Loske looks at the old man in amazement almost wondering if he was ready her mind, but al she can do is nod her head in complete agreement thinking to herself. _I’m thin and small enough that anything made for a man of almost any race should fit me.  Well at least after a few alterations._









*OOC:*


I’m assuming you want to know what we want to due after we dig the armor up, but before the morning.  In that case Loske wants to glance at the armor and hope that something will work for her…  If cutting in involved I guess she’ll go for the typical jungle female look.  She’ll also ask if the old man has a safe and secure stream and/or pond where she can bathe.  If someone is interested in being on guard duty she’ll take the company if they promises, “no peeking”.


----------



## alsih2o (Oct 11, 2003)

the smallest of the three platforms has a half barrel he fills with water for quick baths. with some rigging and a piece of canvas irt can be a private bath.

 apmor and spell lists by sunday morn


----------



## Manzanita (Oct 12, 2003)

*Solomon Kreel*

"Old man, if you can provide me with armor, you will have made a true friend.  I can search at night as well as in the day.  I will accompany you back down."


----------



## alsih2o (Oct 12, 2003)

the old man takes whoever wishes to his "armourer" as he calls it.

 at the base of his tree, under some roots, wrapped in a large, fat-covered fabric is a pile of armor.1 set of mw studded leather fit for a small individual, 6 sets of scale mail made for medium folks and 1 set of chain.

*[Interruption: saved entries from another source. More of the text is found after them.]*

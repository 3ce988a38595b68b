"""Write the pages of a night: plain HTML and one style sheet that open from a folder, with no script and nothing from outside.

The same views give the same bytes: no clock is read, every number has one form, and all order comes from the views.
"""

from __future__ import annotations

from functools import cache
from pathlib import Path
from typing import TYPE_CHECKING, Any

from jinja2 import Environment, FileSystemLoader, StrictUndefined

from flows.intake.durable import write_text
from flows.reports import acquisition_sections, index_sections, night_sections
from flows.reports.figures_intervals import interval_axis
from flows.reports.figures_loops import shapes
from flows.reports.figures_ribbon import legend_cell
from flows.reports.figures_sites import status_sign
from flows.reports.reasons import reasons_of
from flows.reports.views import acquisition_page
from flows.reports.wording import counted, instant, listing, number, visible

if TYPE_CHECKING:
    from collections.abc import Iterable

    from flows.reports.views import AcquisitionRow, AcquisitionView, NightView

CAUTION = "For research and quality assurance only. Not for diagnosis or treatment: licensed clinicians and the rules of the place decide."
MOST_REASONS = 5
_HERE = Path(__file__).parent
_DECISIONS = {
    "accepted": "Take it",
    "queried": "Ask the site",
    "rejected": "Do not use it",
}


def write_report(folder: Path, night: NightView, acquisitions: Iterable[AcquisitionView]) -> None:
    """Write ``index.html``, ``acquisitions/<acquisition>.html`` and ``style.css`` into ``folder``; views are drawn one at a time.

    Raises ValueError unless the views are those of the night's acquisitions, each once: a page that a link promises must exist.
    """
    order = night_sections.worst_first(night.acquisitions)
    places = {row.acquisition: place for place, row in enumerate(order)}
    left = set(places)
    write_text(folder / "style.css", (_HERE / "style.css").read_text(encoding="utf-8"))
    for view in acquisitions:
        name = str(view.row["acquisition"])
        if name not in left:
            message = f"acquisition {name!r} has no row in the night, or two views"
            raise ValueError(message)
        left.remove(name)
        write_text(folder / acquisition_page(name), acquisition_html(night, view, order, places[name]))
    if left:
        message = f"acquisitions of the night without a view: {listing(sorted(left))}"
        raise ValueError(message)
    write_text(folder / "index.html", night_html(night))


def night_html(night: NightView) -> str:
    """Return the page of a night."""
    lines = night_sections.site_lines(night)
    return _render(
        "night.html",
        night=night,
        root="",
        sum=night_sections.sum_of(night),
        sites=lines,
        answer=night_sections.answer_words(lines),
        not_taken_in=night_sections.packages_with(night, night_sections.NOT_TAKEN_IN),
        seen_again=night_sections.packages_with(night, ("seen again",)),
        reasons=night_sections.reason_lines(night),
        expected=night_sections.expected_sites(night),
        acquisitions=night_sections.worst_first(night.acquisitions),
    )


def acquisition_html(night: NightView, view: AcquisitionView, order: tuple[AcquisitionRow, ...], place: int) -> str:
    """Return the page of one acquisition, which stands at ``place`` in the night's ``order``."""
    reasons = reasons_of(view)
    runs = acquisition_sections.runs_of(view.evidence)
    indices = view.indices or view.evidence.get("indices") or ()
    decisive, remarks = (acquisition_sections.cards(runs, chosen) for chosen in (reasons.decisive, reasons.remarks))
    rejected_loops = acquisition_sections.loop_groups(runs, reasons, rejected=True)
    verdict = str(view.row.get("verdict") or "")
    stage_order = dict.fromkeys(str(run["stage"]) for run in runs if run.get("stage"))
    return _render(
        "acquisition.html",
        night=night,
        root="../",
        calibration=(view.evidence.get("acquisition") or {}).get("calibration") or (),
        row=view.row,
        verdict=verdict,
        decision=_DECISIONS.get(verdict, verdict),
        counts=_counts(view, indices),
        kept=_kept(view),
        reasons=reasons,
        most_reasons=MOST_REASONS,
        ribbons=acquisition_sections.ribbon_sections(runs, reasons),
        decisive_cards=decisive,
        remark_cards=remarks,
        weight=_weight(len(decisive), len(remarks)),
        shapes=shapes(acquisition_sections.template_shapes(runs)),
        rejected_loops=rejected_loops,
        reaches=acquisition_sections.panel_reaches(runs, rejected_loops),
        flagged_loops=acquisition_sections.loop_groups(runs, reasons, rejected=False),
        accepted_loops=acquisition_sections.accepted_drawings(runs),
        preload=acquisition_sections.preload_sections(runs),
        stages=index_sections.stage_sections(indices, stage_order),
        published=index_sections.count_status(indices, "published"),
        withheld=index_sections.count_status(indices, "withheld"),
        changes=index_sections.change_lines(view.changes),
        before=order[place - 1] if place else None,
        after=order[place + 1] if place + 1 < len(order) else None,
        position=f"{place + 1} of {len(order)}",
    )


def _counts(view: AcquisitionView, indices: Iterable[Any]) -> str:
    rows = list(indices)
    published, withheld = index_sections.count_status(rows, "published"), index_sections.count_status(rows, "withheld")
    return f"{_kept(view)}. {counted(published, 'index')} published, {withheld} withheld."


def _kept(view: AcquisitionView) -> str:
    beats = view.row.get("beats") or 0
    return f"{view.row.get('beats_accepted') or 0} of {counted(beats, 'beat')} accepted" if beats else "No beat was found"


def _weight(decisive: int, remarks: int) -> str:
    parts = [f"{counted(decisive, 'finding')} {'decides' if decisive == 1 else 'decide'}"] if decisive else []
    parts += [f"{remarks if parts else counted(remarks, 'finding')} only flagged"] if remarks else []
    return ", ".join(parts)


@cache
def _environment() -> Environment:
    environment = Environment(
        loader=FileSystemLoader(_HERE / "templates"),
        autoescape=True,
        undefined=StrictUndefined,
        trim_blocks=True,
        lstrip_blocks=True,
        keep_trailing_newline=True,
        finalize=visible,
    )
    environment.filters.update(counted=counted, instant=instant, number=number)
    environment.globals.update(status_sign=status_sign, legend_cell=legend_cell, interval_axis=interval_axis, caution=CAUTION)
    return environment


def _render(template: str, **context: object) -> str:
    return _environment().get_template(template).render(**context)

 the armor has surface rust, but is some minor buffing and scrap[ing from being fully functional and pretty.

 the spell books have all first and second level abjurations,  evocations and transmutations as well as- 1st. mage armor, ray of enfeeblement 2nd. summon swarm, blur and scare. 

 the spell books go on well beyond 2nd level, but that is what you can glean


----------



## Manzanita (Oct 12, 2003)

*Solomon Kreel*

Solomon examines the armor.  Couls any fit him?  

OOC:  6 foot 4, 200+ pounds


----------



## Brother Shatterstone (Oct 12, 2003)

*Loske: (Female/Half Elf/Ranger 3)*

Loske twists and tucks a stray locket behind her slightly pointed ears as she bends down to look at the armor.  She had started to think that everything was going to be okay after her wonderfully long shower, that even included some hot water warmed by the sun, and the prospects of _real_ armor, and not something crudely made from some overgrown giant lizard’s hide, but her hopes are quickly dashed as she looks upon the armor.  She points to the metal armor, “All of that is to heavy,” while she picks up the studded leather, “or to small.”  Frowning and looking discouraged she turns to the group, “does anyone know anything about making armor?”  









*OOC:*


If we still have a mage of some caliber I suggest a "detect magic" spell and a quick run around of the whole tree house to see what is mundane and what could be priceless.





.


----------



## Macbeth (Oct 13, 2003)

Swift stays in the tree, not having any need for armor, and keeps watch while kelkan looks through the spells. He will be careful to look for anything out of place: this old man is just a bit to convenient to be taken at face value.


----------



## alsih2o (Oct 13, 2003)

solomon would burst the chaoin on his broad chest, but there is a suit of scale mail that would do.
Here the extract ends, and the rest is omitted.